WORK TASK:
In the entries below, count each line where "empty" appears. Give the total and nothing more.

(Recorded data)
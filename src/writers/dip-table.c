/* dip-table.c - the columns of dips and brightenings, and what stands above them. */
#include "writers/dip-table.h"

#include <math.h>

#include "core/units.h"
#include "data/verdict-words.h"

typedef struct
{
  const AntRecord *record;
  AntDipList list; /* its arrays are borrowed */
} Rows;

/* Cells: an expression of `rows`, `time` and `dip`. */
#define NUMBER(name, expression)                                                                                       \
  static double name (gconstpointer data, gsize row)                                                                   \
  {                                                                                                                    \
    const Rows *rows = data;                                                                                           \
    G_GNUC_UNUSED const AntTimeReference *time = &rows->record->time;                                                  \
    G_GNUC_UNUSED const AntDip *dip = &rows->list.dip[row];                                                           \
    return expression;                                                                                                 \
  }
#define TEXT(name, expression)                                                                                         \
  static char *name (gconstpointer data, gsize row)                                                                    \
  {                                                                                                                    \
    const Rows *rows = data;                                                                                           \
    G_GNUC_UNUSED const AntTimeReference *time = &rows->record->time;                                                  \
    G_GNUC_UNUSED const AntDip *dip = &rows->list.dip[row];                                                           \
    return expression;                                                                                                 \
  }

NUMBER (number, (double) row + 1)
NUMBER (start_jd, ant_time_reference_jd (time, dip->mid_d - dip->duration_d / 2))
NUMBER (mid_jd, ant_time_reference_jd (time, dip->mid_d))
NUMBER (end_jd, ant_time_reference_jd (time, dip->mid_d + dip->duration_d / 2))
TEXT (mid_time, ant_time_reference_own_text (time, dip->mid_d))
TEXT (mid_utc, ant_time_reference_utc_text (time, dip->mid_d, 0))
NUMBER (duration_h, dip->duration_d * ANT_HOURS_PER_DAY)
NUMBER (depth_ppm, dip->depth_ppm)
NUMBER (depth_sigma_ppm, dip->depth_sigma_ppm)
NUMBER (mean_depth_ppm, dip->mean_depth_ppm)
NUMBER (radius_ratio, dip->radius_ratio)
NUMBER (snr, dip->snr)
NUMBER (first_snr, dip->first_snr)
NUMBER (expected_false, dip->expected_false)
NUMBER (coverage, dip->coverage)
TEXT (edges, g_strdup (ant_edges_text (dip->edges)))
TEXT (class, g_strdup (ant_dip_class_name (rows->list.verdict ? ant_verdict_class (&rows->list.verdict[row]) : ANT_CLASS_UNDECIDED)))
NUMBER (probability, rows->list.verdict ? ant_verdict_probability (&rows->list.verdict[row]) : NAN)
TEXT (evidence, rows->list.verdict ? ant_verdict_table_text (&rows->list.verdict[row]) : g_strdup (""))
TEXT (asked, g_strdup (isnan (rows->list.upper_limit_ppm[row]) ? "" : "asked"))
NUMBER (upper_limit_ppm, rows->list.upper_limit_ppm[row])
TEXT (analyst_class, g_strdup (rows->list.analyst_class ? rows->list.analyst_class[row]
                                : ant_dip_class_name (ant_judgements_class (rows->list.judgements, dip->mid_d, dip->duration_d))))
TEXT (analyst_note, g_strdup (rows->list.analyst_note ? rows->list.analyst_note[row]
                               : ant_judgements_note (rows->list.judgements, dip->mid_d, dip->duration_d)))

#define PPM "10**-6"
static const AntTableColumn columns[] = {
  { "dip", ANT_CELL_WHOLE, NULL, NULL, "meta.id;meta.main", NULL, FALSE, number, NULL },
  { "start_jd", ANT_CELL_REAL, "%.7f", "d", "time.start", "contact I, JD in the record's time scale; empty if the origin of its times is unknown", TRUE,
    start_jd, NULL },
  { "mid_jd", ANT_CELL_REAL, "%.7f", "d", "time.epoch;meta.main", "middle, likewise", TRUE, mid_jd, NULL },
  { "end_jd", ANT_CELL_REAL, "%.7f", "d", "time.end", "contact IV, likewise", TRUE, end_jd, NULL },
  { "mid_time", ANT_CELL_TEXT, NULL, NULL, "time.epoch", "middle as the record writes its times", FALSE, NULL, mid_time },
  { "mid_utc", ANT_CELL_TEXT, NULL, NULL, "time.epoch", "middle in UTC; empty if the time scale is unknown", FALSE, NULL, mid_utc },
  { "duration_h", ANT_CELL_REAL, "%.4f", "h", "time.duration", "contact I to IV of the fitted shape; start and end are these contacts", FALSE,
    duration_h, NULL },
  { "depth_ppm", ANT_CELL_REAL, "%.6g", PPM, "phot.flux.bol;arith.ratio;stat.max",
    "greatest depth of the fitted shape before exposure smearing, relative to the undimmed level at that time", FALSE, depth_ppm, NULL },
  { "depth_sigma_ppm", ANT_CELL_REAL, "%.6g", PPM, "stat.error;phot.flux.bol;arith.ratio;stat.max", "1 sigma of depth_ppm", FALSE,
    depth_sigma_ppm, NULL },
  { "mean_depth_ppm", ANT_CELL_REAL, "%.6g", PPM, "phot.flux.bol;arith.ratio;stat.mean", "average of the fitted shape over contact I to IV", FALSE,
    mean_depth_ppm, NULL },
  { "radius_ratio", ANT_CELL_REAL, "%.6g", NULL, "phys.size.radius;arith.ratio",
    "radius of the dark disc whose crossing is that deep, over the radius of the source", FALSE, radius_ratio, NULL },
  { "snr", ANT_CELL_REAL, "%.4f", NULL, "stat.snr;meta.main",
    "of the fitted shape against the noise, after the dip was masked and the noise refitted", FALSE, snr, NULL },
  { "first_snr", ANT_CELL_REAL, "%.4f", NULL, "stat.snr", "of the best template on the first pass", FALSE, first_snr, NULL },
  { "expected_false", ANT_CELL_REAL, "%.3g", NULL, "meta.number;stat.probability",
    "dips by noise alone expected to reach this snr in this record", FALSE, expected_false, NULL },
  { "coverage", ANT_CELL_REAL, "%.4f", NULL, "stat.filling", "observed fraction of the dip, weighted by its shape", FALSE, coverage, NULL },
  { "edges", ANT_CELL_TEXT, NULL, NULL, "meta.code", "which of ingress and egress were observed: both, ingress, egress, none", FALSE, NULL, edges },
  { "class", ANT_CELL_TEXT, NULL, NULL, "meta.code.class", "what the dip is taken for", FALSE, NULL, class },
  { "probability", ANT_CELL_REAL, "%.4f", NULL, "stat.probability", "of that class; of the likeliest where it is undecided", FALSE, probability, NULL },
  { "evidence", ANT_CELL_TEXT, NULL, NULL, "meta.note", "shapes with their probabilities, then each piece of evidence with its number and, in brackets, the ln odds it gives the class", FALSE, NULL, evidence },
};

static const AntTableColumn asked_columns[] = {
  { "asked", ANT_CELL_TEXT, NULL, NULL, "meta.code", "time and duration were given and nothing was searched", FALSE, NULL, asked },
  { "upper_limit_ppm", ANT_CELL_REAL, "%.6g", PPM, "phot.flux.bol;arith.ratio;stat.max", "depth that is exceeded with a probability of 5 %",
    FALSE, upper_limit_ppm, NULL },
};

static const AntTableColumn analyst_columns[] = {
  { "analyst_class", ANT_CELL_TEXT, NULL, NULL, "meta.code.class", "what the analyst takes it for", FALSE, NULL, analyst_class },
  { "analyst_note", ANT_CELL_TEXT, NULL, NULL, "meta.note", "the analyst's note", FALSE, NULL, analyst_note },
};

static void
tell_search (AntTable *table, const AntDipList *list)
{
  char u1[G_ASCII_DTOSTR_BUF_SIZE], u2[G_ASCII_DTOSTR_BUF_SIZE];
  if (list->incomplete)
    ant_table_note (table, "incomplete: %s", list->incomplete);
  ant_table_note (table, "limb darkening: quadratic %s, %s", g_ascii_formatd (u1, sizeof u1, "%.4g", list->limb_u1),
                  g_ascii_formatd (u2, sizeof u2, "%.4g", list->limb_u2));
  if (list->upper_limit_ppm)
    {
      ant_table_note (table, "asked: snr is not to be held against the threshold of a search");
      if (isnan (list->threshold_snr)) /* there was none */
        return;
    }
  char snr_text[G_ASCII_DTOSTR_BUF_SIZE], false_alarms[G_ASCII_DTOSTR_BUF_SIZE];
  ant_table_note (
      table, "threshold: SNR %s; expected by chance at or above it in this record: %s",
      isfinite (list->threshold_snr) ? g_ascii_formatd (snr_text, sizeof snr_text, "%.3f", list->threshold_snr) : "unknown",
      isfinite (list->false_alarms) ? g_ascii_formatd (false_alarms, sizeof false_alarms, "%.3g", list->false_alarms) : "unknown");
  if (list->n_surrogates)
    ant_table_note (table, "threshold and expected_false: from %zu surrogates of this record, with %zu events of SNR 4 and more",
                    list->n_surrogates, list->n_surrogate_events);
  if (list->mirror_known)
    ant_table_note (table, "mirrored search, durations of 9 h and less: %zu dips and %zu brightenings at or above the threshold",
                    list->n_found, list->n_mirrored);
  if (list->brightenings)
    ant_table_note (table, "brightenings have negative depth and snr");
}

/* Whether the analyst has said anything of one of them. */
static gboolean
is_judged (const AntDipList *list)
{
  for (gsize i = 0; list->judgements && i < list->n; i++)
    if (ant_judgements_class (list->judgements, list->dip[i].mid_d, list->dip[i].duration_d) != ANT_CLASS_UNDECIDED
        || *ant_judgements_note (list->judgements, list->dip[i].mid_d, list->dip[i].duration_d))
      return TRUE;
  return FALSE;
}

AntTable *
ant_dip_table_new (const AntRecord *record, const AntDipList *list)
{
  AntTable *table = list->brightenings ? ant_table_new ("Brightenings", "BRIGHTENINGS", record) : ant_table_new ("Dips", "DIPS", record);
  Rows *rows = g_new (Rows, 1);
  *rows = (Rows) { record, *list };
  tell_search (table, list);
  ant_table_fact_number (table, "LIMB1", list->limb_u1, "linear coefficient of the limb darkening");
  ant_table_fact_number (table, "LIMB2", list->limb_u2, "quadratic coefficient of it");
  ant_table_fact_number (table, "MINSNR", list->threshold_snr, "least snr that is listed");
  ant_table_fact_number (table, "EXPFALSE", list->false_alarms, "dips by noise alone expected from there up");
  ant_table_add_columns (table, G_N_ELEMENTS (columns), columns);
  if (list->upper_limit_ppm)
    ant_table_add_columns (table, G_N_ELEMENTS (asked_columns), asked_columns);
  if (list->analyst_class || is_judged (list))
    ant_table_add_columns (table, G_N_ELEMENTS (analyst_columns), analyst_columns);
  ant_table_set_rows (table, list->n, rows, g_free);
  return table;
}

GString *
ant_dip_table_text (const AntRecord *record, const AntDipList *list)
{
  g_autoptr (AntTable) table = ant_dip_table_new (record, list);
  return ant_table_text (table);
}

ANSWER FOR THE TASK:
2